Los alumnos recibieron durante dos meses entrenamiento teórico en todos los aspectos de las tareas de un submarino: diseño y construcción de submarinos, sistemas de armas, sistemas de propulsores diésel y eléctricos, entrenamiento de escape, submarinismo y permanencia bajo el agua.
  Los ejercicios de submarinismo y escape en inmersión se realizaban en grandes tanques de agua.
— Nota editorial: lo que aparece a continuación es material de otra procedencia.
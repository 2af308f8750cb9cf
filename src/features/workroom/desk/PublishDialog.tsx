import { useState } from 'react';
import { Dialog } from '@/components/Dialog';
import { Field } from '@/components/Field';
import type { ProofItem } from '@/features/projects/proof';
import type { Planned } from '@/features/projects/planned';
import type { SaveState } from '../saving/autosave';
import { PlannedNote } from './PlannedNote';
import { call, type Refusal } from './project-api';
import { localInput, zoneWords } from './local-input';

export interface PublishDialogProps {
  readonly open: boolean;
  readonly projectId: string;
  /** The edition that would be made. */
  readonly edition: number;
  readonly advice: readonly ProofItem[];
  /** Saves what waits, and tells what was saved. */
  readonly flush: () => Promise<SaveState>;
  readonly planned: Planned | null;
  readonly onPlanned: (planned: Planned | null) => void;
  readonly onClose: () => void;
  readonly onPublished: (published: { readonly n: number; readonly slug: string; readonly revision: number }) => void;
}

const DAY = 86_400_000;

/** The last look before an edition is made; from the second on it asks what changed. */
export function PublishDialog({ open, projectId, edition, advice, flush, planned, ...on }: PublishDialogProps) {
  const { onPlanned, onClose, onPublished } = on;
  const [note, setNote] = useState('');
  const [later, setLater] = useState(false);
  const [at, setAt] = useState(() => localInput(Date.now() + DAY));
  const [busy, setBusy] = useState(false);
  const [refusal, setRefusal] = useState<Refusal | null>(null);

  const publish = async () => {
    setBusy(true);
    setRefusal(null);
    const saved = await flush();
    if (saved.status.kind !== 'saved') {
      setBusy(false);
      return setRefusal({
        sentence: 'It is not saved yet, so it cannot be published. Look at the top of the desk for what is in the way.',
        code: 'unsaved',
        errors: [],
      });
    }
    const body = { revision: saved.revision, ...(edition > 1 ? { note } : {}) };
    const path = `/api/projects/${projectId}`;
    if (later) {
      const publishAt = new Date(at).getTime();
      const answer = await call<{ planned: Planned }>(`${path}/schedule`, {
        method: 'PUT',
        body: { ...body, publishAt },
      });
      setBusy(false);
      return answer.ok ? onPlanned(answer.value.planned) : setRefusal(answer.refusal);
    }
    const answer = await call<{ n: number; slug: string }>(`${path}/publish`, { method: 'POST', body });
    setBusy(false);
    if (!answer.ok) return setRefusal(answer.refusal);
    setNote('');
    onPublished({ ...answer.value, revision: saved.revision });
  };

  return (
    <Dialog open={open} title={`Publish edition ${edition}`} onClose={onClose}>
      <form
        className="dialog-form"
        onSubmit={(event) => {
          event.preventDefault();
          void publish();
        }}
      >
        {planned === null ? null : <PlannedNote projectId={projectId} planned={planned} onPlanned={onPlanned} />}
        <p>
          An edition is kept for ever as it is now: pieces, text and pictures. What you change later reaches readers
          with the next one.
        </p>
        {advice.length === 0 ? null : (
          <div className="note">
            <b>Worth a look first.</b>
            <ul>
              {advice.map((item, i) => (
                <li key={i}>{item.title}</li>
              ))}
            </ul>
          </div>
        )}
        {edition > 1 ? (
          <Field
            label="Correction note"
            hint="What changed since the last edition, and what someone who already cut should do."
          >
            {(control) => (
              <textarea
                {...control}
                className="input"
                rows={4}
                maxLength={2000}
                required
                value={note}
                onChange={(event) => setNote(event.currentTarget.value)}
              />
            )}
          </Field>
        ) : null}
        <fieldset className="field">
          <legend>When</legend>
          <label>
            <input type="radio" name="when" checked={!later} onChange={() => setLater(false)} /> Now
          </label>
          <label>
            <input type="radio" name="when" checked={later} onChange={() => setLater(true)} /> Later, as it stands now
          </label>
        </fieldset>
        {later ? (
          <Field label="Day and time" hint={`Your own time here, ${zoneWords(at)}. What you save after this waits.`}>
            {(control) => (
              <input
                {...control}
                className="input moment"
                type="datetime-local"
                required
                value={at}
                onChange={(event) => setAt(event.currentTarget.value)}
              />
            )}
          </Field>
        ) : null}
        {refusal === null ? null : (
          <div className="problem" role="alert">
            <p>{refusal.sentence}</p>
            {refusal.errors.length === 0 ? null : (
              <ul>
                {refusal.errors.map((error, i) => (
                  <li key={i}>
                    {error.where ? `${error.where}: ` : ''}
                    {error.sentence}
                  </li>
                ))}
              </ul>
            )}
          </div>
        )}
        <div className="dialog-deeds">
          <button type="submit" className="tab-button" disabled={busy || (edition > 1 && note.trim() === '')}>
            {busy ? 'One moment…' : later ? `Plan edition ${edition}` : `Publish edition ${edition}`}
          </button>
          <button type="button" className="btn" onClick={onClose}>
            Not yet
          </button>
        </div>
      </form>
    </Dialog>
  );
}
En el fondo de ellos había una compuerta simulada a la cual los submarinistas debían llegar buceando. A los cadetes se les cubría la cabeza con una capucha que no les dejaba ver. Una vez bajo el agua debían nadar a ciegas hasta encontrar la compuerta y girar la manivela de apertura.   Durante meses recibieron prácticas de instrucción que se realizaban en simuladores y finalmente en UBoots reales. Aquellos sumergibles eran los pequeños submarinos costeros Tipo II.
    Además se perfeccionaron los modelos de salvavidas y botellas de oxigeno para poder tener una mínima posibilidad de éxito a la hora de abandonar una nave hundida. También las extenuantes prácticas de remo eran la tónica diaria. En el Wilhelm Gustloff se llevaron a cabo, con verdadero rigor científico, experimentos de resistencia debajo del agua. Los hombres estaban preparados para la siguiente fase.

   A primeros de abril, la Segunda División de Submarinos partió hacia Neustadt.